What is the title of your latest release?
THE SPY WORE LONG WHITE GLOVES
What’s the “elevator pitch” for your new book?
Book 4 in my American Spy Sisters series – inspired by a long-forgotten family connection – is about a privileged (but reluctant) Boston debutante speaking finishing-school French and German who volunteers for the Red Cross, but is soon recruited by British intelligence to ferret out Nazi spies infiltrating the United Kingdom in advance of Hitler’s threatened invasion of England itself!
How did you decide where your book was going to take place?
Books 1 through 3 of the series were set primarily in France, with a few scenes in New York or Washington D.C. For Book 4, I wanted to explore the Home Front in the United Kingdom during WW II…asking myself how would an American woman, recruited into MI5 even before the U.S. joined the Allies, survive fighting Nazis in a country not her own?
Would you hang out with your protagonist in real life?
Actually, I can almost say I have! One of the inspirations for the book, in addition to the family connection of my father-in-law’s when he was raised in France, was a close friend I met freshman year at Harvard. She was a “reluctant debutante” from Beverly Farms, Massachusetts, whose steely determination to “do something useful and worthwhile” despite her privileged background always intrigued me, AND, she insisted I come to the one-and-only debutante ball I ever attended— even providing me a blue satin ballgown to wear to the swish event at the Myopia Hunt Club, along with a stunning pair of long white gloves! Friends to this day, I dedicated this novel to her, and she flew out from Boston to the launch party for THE SPY WORE LONG WHITE GLOVES as my honored guest.
What are three words that describe your protagonist?
Beautiful, Privileged, and BRAVE!
What’s something you learned while writing this book?
I learned that there is always another story to tell about a major world event IF a writer stays curious and is open to wild, out-of-the-box ideas.
Do you edit as you draft or wait until you are totally done?
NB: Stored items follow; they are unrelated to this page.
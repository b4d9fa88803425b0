"""The Segment Card's design-case lines for the selected segment: the tracing it needs, what its heater
delivers, and how long it holds after a power failure.

Reads ``Result.design`` (:class:`solver.design_cases.DesignResult`) and the operating result's
per-segment heater output (:class:`solver.results.SegmentSpan`); words from :mod:`app.design_figures`.
"""

from __future__ import annotations

import math
from typing import Optional

from PySide6.QtWidgets import QGroupBox, QLabel, QVBoxLayout, QWidget

from app import design_figures, style, units
from app.panels.editing import HINT_STYLE

_HEATER_WORDS = {"constant": "constant output", "self_limiting": "self-limiting", "thermostat": "thermostat"}


class TracingNeedBox(QGroupBox):
    """``TracingNeedBox(doc)``: ``need`` (the tracing-need line), ``delivered``, ``hold`` and ``note`` QLabels."""

    def __init__(self, doc, parent: Optional[QWidget] = None):
        super().__init__("Design cases", parent)
        self.doc = doc
        self._shown_for: tuple = ()
        self._hold_for: tuple = ()  # (alternative, segment) the hold line was written for
        lay = QVBoxLayout(self)
        lay.setContentsMargins(8, 6, 8, 6)
        lay.setSpacing(3)
        self.need = QLabel("")
        self.need.setObjectName("TracingNeed")
        self.need.setWordWrap(True)
        self.delivered = QLabel("")
        self.delivered.setWordWrap(True)
        self.hold = QLabel("")
        self.hold.setWordWrap(True)
        self.note = QLabel("")
        self.note.setWordWrap(True)
        self.note.setStyleSheet(HINT_STYLE)
        for w in (self.need, self.delivered, self.hold, self.note):
            lay.addWidget(w)
        self.setToolTip("The tracing need: the heat this segment loses per metre in the worst case with the pipe at "
                        "the maintain temperature, plus its heat sinks, times (1 + design margin); what the "
                        "heater must deliver there (common practice in trace-heating design).")
        # bound methods, not lambdas: Qt drops these connections when this widget is deleted (a lambda
        # would outlive it and call into a deleted C++ object when a late result arrives)
        for signal in (doc.result_ready, doc.solve_failed, doc.units_changed, doc.selection_changed,
                       doc.current_alternative_changed):
            signal.connect(self._on_doc_changed)
        doc.project_replaced.connect(self.refresh)
        doc.hold_time_ready.connect(lambda r: self.refresh(force=True) if r is self.doc.result else None)
        self.refresh()

    def _segment(self):
        """(result, index) of the selected segment in the result on show, or (None, -1)."""
        res = self.doc.result
        i = self.doc.selected_segment
        seg = self.doc.selected
        if res is None or seg is None or res.design is None or not 0 <= i < len(res.design.segments):
            return None, -1
        if res.design.segments[i].name != seg.name:
            return None, -1  # a result from before segments were added or moved
        return res, i

    def _on_doc_changed(self, *_args) -> None:
        self.refresh()

    def refresh(self, force: bool = False) -> None:
        res, i = self._segment()
        system = self.doc.unit_system
        key = (res, i, system, self.doc.result_is_stale)
        if not force and self._shown_for and self._shown_for[0] is res and self._shown_for[1:] == key[1:]:
            return
        self._shown_for = key
        if res is None:
            for w in (self.need, self.delivered, self.hold):
                w.setText("")
                w.hide()
            self.note.setText("Appears once the line is solved." if self.doc.selected is not None else "")
            return
        design = res.design
        seg = design.segments[i]
        words = design.tracing_words(i, design_figures.formatter(system))
        if seg.holds is None:
            colour, symbol = style.INK_MUTED, ""
        elif seg.holds:
            colour, symbol = style.MET_COLOUR, "✓ "
        else:
            colour, symbol = style.MISSED_COLOUR, "✗ "
        self.need.setText(f"{symbol}Tracing {words}")
        self.need.setStyleSheet(f"color: {colour}; font-weight: 600;")
        self.need.show()
        span = res.segments[i]
        if span.heater_kind:
            text = (f"Heater ({_HEATER_WORDS.get(span.heater_kind, span.heater_kind)}) delivers "
                    f"{units.format_value(span.heater_output_W_per_m, 'power_per_length', system, digits=3)} "
                    "at the solved pipe temperature (operating)")
            if math.isfinite(span.thermostat_duty):
                text += f", on {span.thermostat_duty * 100:.0f} % of the time"
            self.delivered.setText(text + ".")
            self.delivered.show()
        else:
            self.delivered.setText("")
            self.delivered.hide()
        hold = design_figures.hold_line(self.doc.hold_time_of(res), i, system)
        if not hold and self.doc.hold_time_pending(res):
            # on its way (a few ms; hold_time_ready refreshes this): the same segment keeps its last line
            if self._hold_for != (self.doc.current_index, i):
                self.hold.setText("After a power failure: …")
        else:
            self.hold.setText(f"After a power failure: {hold}." if hold else "")
            self._hold_for = (self.doc.current_index, i)
        self.hold.setVisible(bool(self.hold.text()))
        notes = []
        if math.isfinite(seg.hot_wall_temperature_K):
            notes.append(f"Hot case: pipe wall up to {units.format_value(seg.hot_wall_temperature_K, 'temperature', system)}"
                         " (the heater's sheath runs hotter).")
        if self.doc.result_is_stale:
            notes.insert(0, "Stale: from the last result that solved.")
        self.note.setText(" ".join(notes))
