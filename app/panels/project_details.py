"""Project details, design targets and design cases: the title block of the report, the targets every
alternative is judged against in Side-by-Side, and the worst and hot cases every alternative is
designed for (:mod:`app.panels.design_cases_box`). Edits go through commands in one undo step."""

from __future__ import annotations

from typing import Optional

from pydantic import ValidationError
from PySide6.QtWidgets import (
    QDialog,
    QDialogButtonBox,
    QFormLayout,
    QGroupBox,
    QLabel,
    QLineEdit,
    QPlainTextEdit,
    QVBoxLayout,
)

from app import commands, messages
from app.panels.design_cases_box import DesignCasesBox
from app.widgets.quantity_edit import QuantityEdit
from solver.model import DesignCases, Targets

# target field -> (label, quantity)
TARGET_FIELDS: dict[str, tuple[str, str]] = {
    "outlet_temperature_min_K": ("Outlet temperature, at least", "temperature"),
    "outlet_temperature_max_K": ("Outlet temperature, at most", "temperature"),
    "max_inner_wall_temperature_K": ("Inner-wall temperature, at most", "temperature"),
    "max_pressure_drop_Pa": ("Pressure drop, at most", "pressure_difference"),
    "max_heat_input_W": ("Heat input, at most", "power"),
}


class ProjectDetailsDialog(QDialog):
    """``ProjectDetailsDialog(doc)``: edit name, description, prepared by, revision, targets and design cases.

    :meth:`apply` pushes the changes (one undo step) and returns an error text or None.
    """

    def __init__(self, doc, parent=None):
        super().__init__(parent)
        self.doc = doc
        self.setWindowTitle("Project details, design targets and design cases")
        self.setObjectName("ProjectDetailsDialog")
        self.setMinimumWidth(560)
        project = doc.project
        system = doc.unit_system

        self.name_edit = QLineEdit(project.name)
        self.prepared_edit = QLineEdit(project.prepared_by)
        self.revision_edit = QLineEdit(project.revision)
        self.description_edit = QPlainTextEdit(project.description)
        self.description_edit.setFixedHeight(90)
        details = QGroupBox("Project (printed in the report's title block)")
        form = QFormLayout(details)
        form.addRow("Name", self.name_edit)
        form.addRow("Prepared by", self.prepared_edit)
        form.addRow("Revision", self.revision_edit)
        form.addRow("Description", self.description_edit)

        targets = QGroupBox("Design targets (empty = none)")
        targets.setToolTip("Every alternative is judged against these in Side-by-Side and in the report.")
        tform = QFormLayout(targets)
        self.target_edits: dict[str, QuantityEdit] = {}
        for key, (label, quantity) in TARGET_FIELDS.items():
            edit = QuantityEdit(quantity, system, f"targets.{key}", allow_empty=True, empty_text="none")
            edit.set_value(getattr(project.targets, key))
            self.target_edits[key] = edit
            tform.addRow(label, edit)

        self.cases_box = DesignCasesBox(project.design_cases, system)

        self.error_label = QLabel("")
        self.error_label.setWordWrap(True)
        self.error_label.setStyleSheet("color: #B04A00;")
        self.error_label.hide()
        buttons = QDialogButtonBox(QDialogButtonBox.Ok | QDialogButtonBox.Cancel)
        buttons.accepted.connect(self._accept)
        buttons.rejected.connect(self.reject)

        layout = QVBoxLayout(self)
        layout.addWidget(details)
        layout.addWidget(targets)
        layout.addWidget(self.cases_box)
        layout.addWidget(self.error_label)
        layout.addWidget(buttons)
        self._fit_height()

    def _accept(self) -> None:
        error = self.apply()
        if error is None:
            self.accept()

    def apply(self) -> Optional[str]:
        """Push the changed fields as one undoable step; return an error message or None."""
        for edit in self.target_edits.values():
            edit.commit()
            if edit.has_error:  # the box says what is wrong, under itself
                self.error_label.hide()
                return edit.error_text
        refused = self.cases_box.commit()
        if refused is not None:  # the box says what is wrong, under itself
            self.error_label.hide()
            return refused
        values = {key: edit.value() for key, edit in self.target_edits.items()}
        self.error_label.hide()  # shown again below if this try is refused too
        try:
            new_targets = Targets(**values)
        except ValidationError as exc:  # in the user's words: the field's label, the display unit
            return self._show(messages.validation_message(exc, self.doc.unit_system, prefix="targets"))
        try:
            new_cases = DesignCases(**self.cases_box.values())
        except ValidationError as exc:
            return self._show(messages.validation_message(exc, self.doc.unit_system, prefix="design_cases"))
        project = self.doc.project
        changes = {
            "name": self.name_edit.text().strip() or project.name,
            "prepared_by": self.prepared_edit.text().strip(),
            "revision": self.revision_edit.text().strip(),
            "description": self.description_edit.toPlainText().strip(),
            "targets": new_targets,
            "design_cases": new_cases,
        }
        changed = {k: v for k, v in changes.items() if getattr(project, k) != v}
        if not changed:
            return None
        try:
            cmds = [commands.SetProjectField(self.doc, k, v) for k, v in changed.items()]
        except ValidationError as exc:
            return self._show(messages.validation_message(exc, self.doc.unit_system))
        with self.doc.macro("Edit project details"):
            for cmd in cmds:
                self.doc.push(cmd)
        self.error_label.hide()
        return None

    def _fit_height(self) -> None:
        """Tall enough for the wrapped notes: a size hint leaves out what word-wrapped labels need."""
        layout = self.layout()
        layout.activate()
        needed = layout.totalHeightForWidth(self.width()) if layout.hasHeightForWidth() else layout.sizeHint().height()
        if needed > self.height():
            self.resize(self.width(), needed)

    def _show(self, text: str) -> str:
        self.error_label.setText(text)
        self.error_label.show()
        self._fit_height()  # a wrapped message needs more height than the dialog had: grow to show all of it
        return text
Oh, believe me, I am a major “draft writer.” As a broadcaster, I had to write crazy-quickly to make impossible deadlines every day, so I am compelled to get it down fast and furiously, regardless of how terrible it might be. I still do that, but as a novelist, I then go over and over it (probably, if I counted, twenty times a chapter). Also, I’ve been a member of “The Plotholes” critique group for some twenty years with novelists Cynthia Wright and Kimberly Cates. We trade works-in-progress chapters as we write, using Microsoft Word Track Changes, making our comments in the spirit of “take what you want and/or ignore the rest…no hard feelings, regardless” – and we tell each other the loving-but-brutal truth. These multi-published writer pals have been a huge influence on my work, offering second sets of eyes when I’m in the thick of just getting the words onto the page. Each of us works differently, and I’m sure my endless drafts seem daft to Cindy and Kim, but we all agree there is no ONE WAY to write a novel.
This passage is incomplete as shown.